To recapture the fun of his childhood vacations, he rents a Tartan Prancer and puts his family in the car for a trip to Wally World. Unlike his father’s trip, it’s his son James who keeps running into his dream girl, Adena (Catherine Missa). Well, there is a scene where Rusty does flirt with another mystery woman (Hannah Davis Jeter) but she quickly wrecks into a truck.

They also meet up with Rusty’s sister Audrey (Leslie Mann), who is now married to anchorman Stone Crandall (Chris Hemsworth) and his parents, which is a nice use of Chevy Chase and Beverly D’Angelo.  Actually, the guest roles are way better than the cast, as Charlie Day is great as a suicidal river guide, Norman Reedus is a trucker chasing the Griswolds and when Rusty and Debbie try to make love where Utah, Colorado, Arizona and New Mexico meet, they are almost busted by Tim Heidecker, Nick Kroll, Kaitlin Olson and Michael Peña.

It’s a movie with a few funny scenes but come on. This is a Vacation movie. It needs to be more and there was no way it could be as good as the past, just like your childhood vacation.

PITTSBURGH MADE: Me and Earl and the Dying Girl (2015)

Writer Jesse Andrews was born in Pittsburgh and his family home in Point Breeze was used as lead character Greg’s (Thomas Mann) house in the film, while Rachel’s (Olivia Cooke) house is in Squirrel Hill and Earl’s (RJ Cyler) house is in Braddock. This film actually gives a pretty good tour of the city, as the old Schenley High School, The Warhol, Copacetic Comics and Oakland all show up.

I first watched this because it was directed by Alfonso Gomez-Rejon, who did such a phenomenal job on the reimagined The Town That Dreaded Sundown.
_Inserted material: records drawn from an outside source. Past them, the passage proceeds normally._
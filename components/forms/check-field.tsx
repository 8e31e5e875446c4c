'use client';

import { useId, type ReactNode } from 'react';
import { Controller, type Control, type FieldValues, type Path } from 'react-hook-form';
import { Checkbox } from '@/components/ui/checkbox';

interface CheckFieldProps<Values extends FieldValues, Parsed> {
  control: Control<Values, unknown, Parsed>;
  name: Path<Values>;
  label: string;
  hint?: ReactNode;
  disabled?: boolean;
}

/** Yes or no, as a field of a form. */
export function CheckField<Values extends FieldValues, Parsed>({
  control,
  name,
  label,
  hint,
  disabled,
}: CheckFieldProps<Values, Parsed>) {
  const id = useId();
  return (
    <Controller
      control={control}
      name={name}
      render={({ field }) => (
        <div className="flex items-start gap-2.5">
          <Checkbox
            id={id}
            checked={field.value as boolean}
            onCheckedChange={(checked) => field.onChange(checked === true)}
            disabled={disabled}
            aria-describedby={hint ? `${id}-hint` : undefined}
            className="mt-0.5"
          />
          <div>
            <label htmlFor={id} className="text-14 text-ink">
              {label}
            </label>
            {hint ? (
              <p id={`${id}-hint`} className="text-13 text-ink-3">
                {hint}
              </p>
            ) : null}
          </div>
        </div>
      )}
    />
  );
}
Greg’s parents — Nick Offerman and Connie Britton — force him to spend time with Rachel, who is suffering from leukemia and not attending school. As she grows sicker and loses her hair, Greg assures us that she does not die in the end. To keep her spirits up, he shares the film parodies that he creates with his co-worker — he is afraid to say friend about anyone — Earl.

Greg begins to neglect school — and even a popular girl named Madison (Katherine C. Hughes) as he struggles to stay positive as Rachel gets worse. He even loses his friendship with his collaborator as they finish making a movie to try and help her spirits.

I can’t think about this movie without tearing up  Gomez-Rejon made it in the attempt to create a more personal movie and deal with the loss of his father. It really says something about growing up and the people we gain and lose as we stumble through life. I recommend it highly.